The other major "type" of data structure that network analysts use looks a lot like the "rectangular data array" from conventional statistical work. The data structure consists of rows (representing actors) by columns (representing attributes of each actor - what would be called "variables" in statistics). Such an array might record just one attribute, in which case the data structure would be a "column vector". Or, such an array might record a number of attributes of each actor. Network analysts think of this kind of "rectangular" array of actors by attributes simply as a collection of vectors.

The "rectangular" data structure (called an "attribute" data set) is used in a number of ways in network analysis.

• It can record attributes of each actor that we know from other sources (e.g. gender, age, etc.).
• It can record attributes of each actor that arise from their position in the network itself (e.g. the "between-ness centrality" score of each actor).
• It can record what part or sub-part of a network an actor falls in.

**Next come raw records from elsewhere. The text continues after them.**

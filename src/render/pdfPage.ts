/**
 * Draws one scene onto one pdf-lib page with low-level path and text operators.
 * PDF user space has y up in points; the scene has y down in mm. `toPt` is the one place y flips.
 */
import {
  LineCapStyle, LineJoinStyle, PDFName, PDFNumber, PDFOperator, PDFOperatorNames, appendBezierCurve, beginText, clip, closePath, endPath, endText, fill,
  fillAndStroke, lineTo, moveTo, popGraphicsState, pushGraphicsState, rectangle, rotateAndSkewTextDegreesAndTranslate,
  setDashPattern, setFillingGrayscaleColor, setFillingRgbColor, setFontAndSize, setGraphicsState, setLineCap, setLineJoin, setLineWidth,
  setStrokingGrayscaleColor, setStrokingRgbColor, showText, stroke,
} from 'pdf-lib';
import type { PDFFont, PDFPage } from 'pdf-lib';
import { bleedBox } from '../scene/paper.ts';
import { printableText } from '../scene/text.ts';
import type { Box, CircleNode, Colour, FontWeight, PathSegment, Scene, SceneNode, Stroke, Fill, TextNode } from '../scene/types.ts';
import { assertDrawable } from './errors.ts';

const PT_PER_MM = 72 / 25.4;
// Cubic Bézier handle length for a quarter circle: 4/3·(√2 − 1) (the standard circle approximation).
const KAPPA = (4 / 3) * (Math.SQRT2 - 1);

/** Rounds to 1/1000 pt so content streams are short and stable. */
const pt = (valueMm: number): number => Math.round(valueMm * PT_PER_MM * 1000) / 1000;

interface PageContext {
  readonly page: PDFPage;
  readonly heightMm: number;
  readonly fonts: Readonly<Record<FontWeight, PDFFont | undefined>>;
}

/** Scene mm (y down) → PDF points (y up): the single y flip. */
function toPt(ctx: PageContext, xMm: number, yMm: number): [number, number] {
  return [pt(xMm), pt(ctx.heightMm - yMm)];
}

function rgb01(colour: Colour): [number, number, number] {
  const hex = /^#([0-9a-f]{6})$/i.exec(colour)?.[1];
  if (!hex) throw new TypeError(`colour must be "#rrggbb", found "${colour}"`);
  const channel = (i: number): number => parseInt(hex.slice(i, i + 2), 16) / 255;
  return [channel(0), channel(2), channel(4)];
}

/**
 * Fill and stroke colour operators. A neutral colour (black and the greys: r = g = b) is written in
 * DeviceGray, so black text and rules print in the black ink alone rather than as a four-ink mix.
 */
function fillColour(colour: Colour): PDFOperator {
  const [r, g, b] = rgb01(colour);
  return r === g && g === b ? setFillingGrayscaleColor(r) : setFillingRgbColor(r, g, b);
}

function strokeColour(colour: Colour): PDFOperator {
  const [r, g, b] = rgb01(colour);
  return r === g && g === b ? setStrokingGrayscaleColor(r) : setStrokingRgbColor(r, g, b);
}

function circleSegments(node: CircleNode): PathSegment[] {
  const { cx, cy, r } = node;
  const k = r * KAPPA;
  return [
    { op: 'M', x: cx + r, y: cy },
    { op: 'C', x1: cx + r, y1: cy + k, x2: cx + k, y2: cy + r, x: cx, y: cy + r },
    { op: 'C', x1: cx - k, y1: cy + r, x2: cx - r, y2: cy + k, x: cx - r, y: cy },
    { op: 'C', x1: cx - r, y1: cy - k, x2: cx - k, y2: cy - r, x: cx, y: cy - r },
    { op: 'C', x1: cx + k, y1: cy - r, x2: cx + r, y2: cy - k, x: cx + r, y: cy },
    { op: 'Z' },
  ];
}

function rectSegments(x: number, y: number, width: number, height: number): PathSegment[] {
  return [
    { op: 'M', x, y },
    { op: 'L', x: x + width, y },
    { op: 'L', x: x + width, y: y + height },
    { op: 'L', x, y: y + height },
    { op: 'Z' },
  ];
}

function segmentOps(ctx: PageContext, segments: readonly PathSegment[]): PDFOperator[] {
  return segments.map((s) => {
    if (s.op === 'Z') return closePath();
    if (s.op === 'C') return appendBezierCurve(...toPt(ctx, s.x1, s.y1), ...toPt(ctx, s.x2, s.y2), ...toPt(ctx, s.x, s.y));
    return s.op === 'M' ? moveTo(...toPt(ctx, s.x, s.y)) : lineTo(...toPt(ctx, s.x, s.y));
  });
}

// SVG's default miter limit is 4, PDF's is 10: use SVG's so sharp corners look the same in both.
const MITER_LIMIT = 4;
const CAPS = { butt: LineCapStyle.Butt, round: LineCapStyle.Round, square: LineCapStyle.Projecting } as const;
const JOINS = { miter: LineJoinStyle.Miter, round: LineJoinStyle.Round, bevel: LineJoinStyle.Bevel } as const;

function paintOps(ctx: PageContext, strokeSpec: Stroke | undefined, fillSpec: Fill | undefined): PDFOperator[] {
  const ops: PDFOperator[] = [];
  if (fillSpec) {
    ops.push(fillColour(fillSpec.colour));
    if (fillSpec.opacity !== undefined && fillSpec.opacity < 1) {
      const state = ctx.page.doc.context.obj({ Type: 'ExtGState', ca: fillSpec.opacity });
      ops.push(setGraphicsState(ctx.page.node.newExtGState('GS', state)));
    }
  }
  if (strokeSpec) {
    ops.push(strokeColour(strokeSpec.colour), setLineWidth(pt(strokeSpec.widthMm)));
    ops.push(setDashPattern((strokeSpec.dashMm ?? []).map(pt), 0));
    ops.push(setLineCap(CAPS[strokeSpec.cap ?? 'butt']), setLineJoin(JOINS[strokeSpec.join ?? 'miter']));
    ops.push(PDFOperator.of(PDFOperatorNames.SetLineMiterLimit, [PDFNumber.of(MITER_LIMIT)]));
  }
  return ops;
}

function shapeOps(ctx: PageContext, segments: readonly PathSegment[], strokeSpec?: Stroke, fillSpec?: Fill): PDFOperator[] {
  if (!strokeSpec && !fillSpec) return [];
  const paint = strokeSpec && fillSpec ? fillAndStroke() : strokeSpec ? stroke() : fill();
  return [pushGraphicsState(), ...paintOps(ctx, strokeSpec, fillSpec), ...segmentOps(ctx, segments), paint, popGraphicsState()];
}

function textOps(ctx: PageContext, node: TextNode): PDFOperator[] {
  assertDrawable(node);
  const font = ctx.fonts[node.weight];
  if (!font) throw new Error(`no ${node.weight} font embedded for "${node.text}"`);
  // Shift from the anchor back to the start of the run along the baseline (up the page when rotated).
  const shiftMm = node.anchor === 'start' ? 0 : node.anchor === 'middle' ? node.widthMm / 2 : node.widthMm;
  const [xPt, yPt] = node.rotateDeg === 90 ? toPt(ctx, node.x, node.y + shiftMm) : toPt(ctx, node.x - shiftMm, node.y);
  const fontKey = ctx.page.node.newFontDictionary(font.name, font.ref);
  return [
    pushGraphicsState(),
    fillColour(node.colour),
    beginText(),
    setFontAndSize(fontKey, node.sizePt),
    rotateAndSkewTextDegreesAndTranslate(node.rotateDeg ?? 0, 0, 0, xPt, yPt),
    showText(font.encodeText(printableText(node.text))),
    endText(),
    popGraphicsState(),
  ];
}

function nodeOps(ctx: PageContext, node: SceneNode): PDFOperator[] {
  switch (node.type) {
    case 'group': {
      const children = node.children.flatMap((child) => nodeOps(ctx, child));
      if (!node.clip) return children;
      const { x, y, width, height } = node.clip;
      const [left, bottom] = toPt(ctx, x, y + height);
      return [pushGraphicsState(), rectangle(left, bottom, pt(width), pt(height)), clip(), endPath(), ...children, popGraphicsState()];
    }
    case 'path':
      return shapeOps(ctx, node.segments, node.stroke, node.fill);
    case 'rect':
      return shapeOps(ctx, rectSegments(node.x, node.y, node.width, node.height), node.stroke, node.fill);
    case 'circle':
      return shapeOps(ctx, circleSegments(node), node.stroke, node.fill);
    case 'text':
      return textOps(ctx, node);
  }
}

/**
 * Sets the page boxes for the scene (TrimBox and BleedBox on every page: the bleed box is the trim grown
 * by the bleed, the trim itself without bleed) and writes its content stream, all of it one marked-content sequence (tag /Figure, MCID 0) for
 * the page's structure element.
 */
export function drawScene(args: { page: PDFPage; scene: Scene; fonts: PageContext['fonts'] }): void {
  const { page, scene } = args;
  const ctx: PageContext = { page, heightMm: scene.heightMm, fonts: args.fonts };
  // MediaBox (the page size) holds trim, bleed and the crop marks' slug; TrimBox and BleedBox sit inside it.
  const inPt = (box: Box): [number, number, number, number] => [...toPt(ctx, box.x, box.y + box.height), pt(box.width), pt(box.height)];
  page.setTrimBox(...inPt(scene.trimBox));
  page.setBleedBox(...inPt(bleedBox(scene)));
  page.pushOperators(
    PDFOperator.of(PDFOperatorNames.BeginMarkedContentSequence, [PDFName.of('Figure'), '<</MCID 0>>']),
    ...nodeOps(ctx, scene.root),
    PDFOperator.of(PDFOperatorNames.EndMarkedContent),
  );
}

For example, a column in an "attribute" data structure might consist of the letters "A", "B", and "C" to indicate which of three "factors" each actor was a member of. This is called "partition".
• It can be used to tell UCINET how the actors in a matrix are to be re-arranged, or "permuted"

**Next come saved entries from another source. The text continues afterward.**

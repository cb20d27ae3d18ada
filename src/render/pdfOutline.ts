/** PDF bookmarks (document outline): one entry per page, built from low-level pdf-lib objects. */
import { PDFHexString, PDFName } from 'pdf-lib';
import type { PDFDocument, PDFRef } from 'pdf-lib';

/**
 * Adds a flat outline: byPage[i], when given, is a bookmark that opens page i (whole page in view); a
 * page whose entry is undefined gets none (a sheet's further pages).
 */
export function addOutline(doc: PDFDocument, byPage: readonly (string | undefined)[]): void {
  const allPages = doc.getPages();
  if (byPage.length !== allPages.length) {
    throw new RangeError(`the outline has ${byPage.length} entries for ${allPages.length} pages; give one entry per page`);
  }
  const marked = byPage.flatMap((title, i) => (title === undefined ? [] : [{ title, page: allPages[i] }]));
  if (marked.length === 0) return;
  const titles = marked.map((m) => m.title);
  const pages = marked.map((m) => m.page);
  const { context } = doc;
  const outlineRef = context.nextRef();
  const itemRefs: PDFRef[] = titles.map(() => context.nextRef());
  titles.forEach((title, i) => {
    const item = context.obj({});
    item.set(PDFName.of('Title'), PDFHexString.fromText(title));
    item.set(PDFName.of('Parent'), outlineRef);
    item.set(PDFName.of('Dest'), context.obj([pages[i].ref, PDFName.of('Fit')]));
    if (i > 0) item.set(PDFName.of('Prev'), itemRefs[i - 1]);
    if (i < titles.length - 1) item.set(PDFName.of('Next'), itemRefs[i + 1]);
    context.assign(itemRefs[i], item);
  });
  const outline = context.obj({ Type: 'Outlines', Count: titles.length });
  outline.set(PDFName.of('First'), itemRefs[0]);
  outline.set(PDFName.of('Last'), itemRefs[itemRefs.length - 1]);
  context.assign(outlineRef, outline);
  doc.catalog.set(PDFName.of('Outlines'), outlineRef);
  doc.catalog.set(PDFName.of('PageMode'), PDFName.of('UseOutlines'));
}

The "rectangular" data structure can also be used to record information about the relationships between two types of nodes (called bi-partite data). This use is so common and so important that it has a special name - an "incidence" or an "affiliation" matrix. For example, the rows might be indexed by actors (e.g. Bob, Carol...), but the columns might be the organizations that employ the actors (IBM, Sun, Microsoft...). Entries in the cells indicate the presence or strength of the relation between an actor and an employer.

Incidence or affiliation data is particularly important in many social network analyses because it is "multi-level". Actors may be tied together because they are present in the same place, time, or category (that is, they are in the same "incident", or are "affiliated" with the same structure). But such data also show how "incidents" are tied together by the "co-presence" of actors. Incidence data involving two kinds of actors (bi-partite data) are very important in network analysis because they are often our best window into questions of "agency and structure" or "macro-micro linkages".

In this chapter we will describe some of the most common kinds of manipulations that social network analysts use in creating data structures, and changing their structures to meet the needs of particular research questions. Even though this chapter is going to be a bit long, it hardly covers all the possibilities. Different questions require different data structures. The examples and tools here will get you started.